Cloud, 5G and 'wetware' attacks — the 5 biggest cybersecurity threats of 2020

(Source: Giphy)

Artificial intelligence (AI) and machine learning (ML) make human processes more efficient. It’s how Google Search can predict what you’re looking for and how Facebook knows just which products to advertise for your particular interests.

It’s also how hackers can now carry about ‘wetware’ attacks — automated content is generated to target a particular set of victims rather than individuals.

Sophos Labs notes that this is the first generation of offensive ML tools and is expected to get more sophisticated in the coming year.

“Automated 419 scams, phishing, vhishing, and perhaps even deepfake-enabled video attacks against human elements of systems seem likely, and the inherently adversarial method by which they are trained suggests that automated systems will be of limited effectiveness in stopping them,” it says.

(Source: Giphy)

More people access the internet using smartphones than they do using computers. That’s why cybercriminals are growing the variety and variability of the types of attacks that can be used to target smartphone owners, according to Sophos Labs 2020 Threat Report.

The irony is that most people smartphones to secure their most sensitive data. Ideally, two-factor authentication and one-time passwords would be enough to thwart off any hack attempts — but that isn’t the case.

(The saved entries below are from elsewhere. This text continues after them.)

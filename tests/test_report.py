"""The report as a whole: every file, in every rendering, with text and numbers that try to break out."""

from __future__ import annotations

import hashlib
import html
import re
from dataclasses import dataclass, replace
from datetime import UTC, datetime
from html.parser import HTMLParser
from pathlib import Path

import openpyxl
import pikepdf
import pytest
from report_fixture import FORMULA, LONG, SCRIPT, invented_campaign, invented_close_out, without_a_number

from reconcile.campaign.readings import Gathered
from reconcile.inference.outcome import CloseOut
from reconcile.report import content, document, machine
from reconcile.report.blocks import Drawing, Table, as_data
from reconcile.report.write import copy_overlays, write, write_gathered

NOW = datetime(2026, 3, 20, 9, 30, tzinfo=UTC)


@dataclass(frozen=True)
class Written:
    """A close-out and the folder that it was written into."""

    close_out: CloseOut
    folder: Path


@pytest.fixture(scope="module")
def hostile(tmp_path_factory: pytest.TempPathFactory) -> Written:
    close_out = without_a_number(invented_close_out(12, hostile=True))
    folder = tmp_path_factory.mktemp("hostile")
    overlay = folder.parent / "found.png"
    overlay.write_bytes(b"picture")
    close_out = replace(close_out, gathered=replace(close_out.gathered, overlays={"frames/s001_2us.png": overlay}))
    write(close_out, folder, now=NOW)
    return Written(close_out, folder)


@pytest.fixture(scope="module")
def small(tmp_path_factory: pytest.TempPathFactory) -> Written:
    close_out = replace(invented_close_out(3, status="final"), bands=(), kinds=(), strained=(), warnings=(), budget={})
    folder = tmp_path_factory.mktemp("small")
    write(close_out, folder, now=NOW)
    return Written(close_out, folder)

A number of ‘SIMjacking’ cases in 2019 show that hackers can now target the weak link between users and their phones.

In addition, dirty tricks like malware, fleeceware, bank-credential stealers and hidden adware will continue to get more complex in 2020, according to Sophos Labs.

^{(Source: Giphy)}

While 5G promises considerable improvement over 4G networks, it’s not all rainbows and sunshine. Data transfer at ten times speed means that a person can download a whole high-definition movie within minutes. It also means they can transfer gigabytes of data within the same time frame.

“While this appears to be a promising service for organisations, the more reliable connectivity and lower latency of 5G will also work in favour of determined employees wishing to transfer swathes of corporate data,” says Forcepoint.

Not only do organisation need to implement better methods to protect data but they also need cybersecurity measures to detect data thefts in a timely manner.

^{(Source: Giphy)}

Businesses are getting cosier with the cloud. As more data pours in, it makes sense to use a public cloud server rather than set up servers in-house. But just because they’re moving to a ‘cloud smart’ agenda doesn’t mean that they aren’t being ‘cloud dumb’.

According to Forcepoint, public cloud systems are going to be the new bullseye for attackers worldwide in 2020. “We expect to see more breaches both from external and internal parties as Cloud applications become more ubiquitous,” it says.

While cloud service vendors are obligated to protect the infrastructure and make sure that data keeps flowing smoothly, they’re not actually responsible for data security. That liability lies with the enterprise — something that most businesses don’t seem to realise.

“From the cloud layer all the way down to the home network, IT security leaders will need to reassess their cyber risk and protection strategy in 2020,” says Nilesh Jain, vice president for Southeast Asia and India at Trend Micro.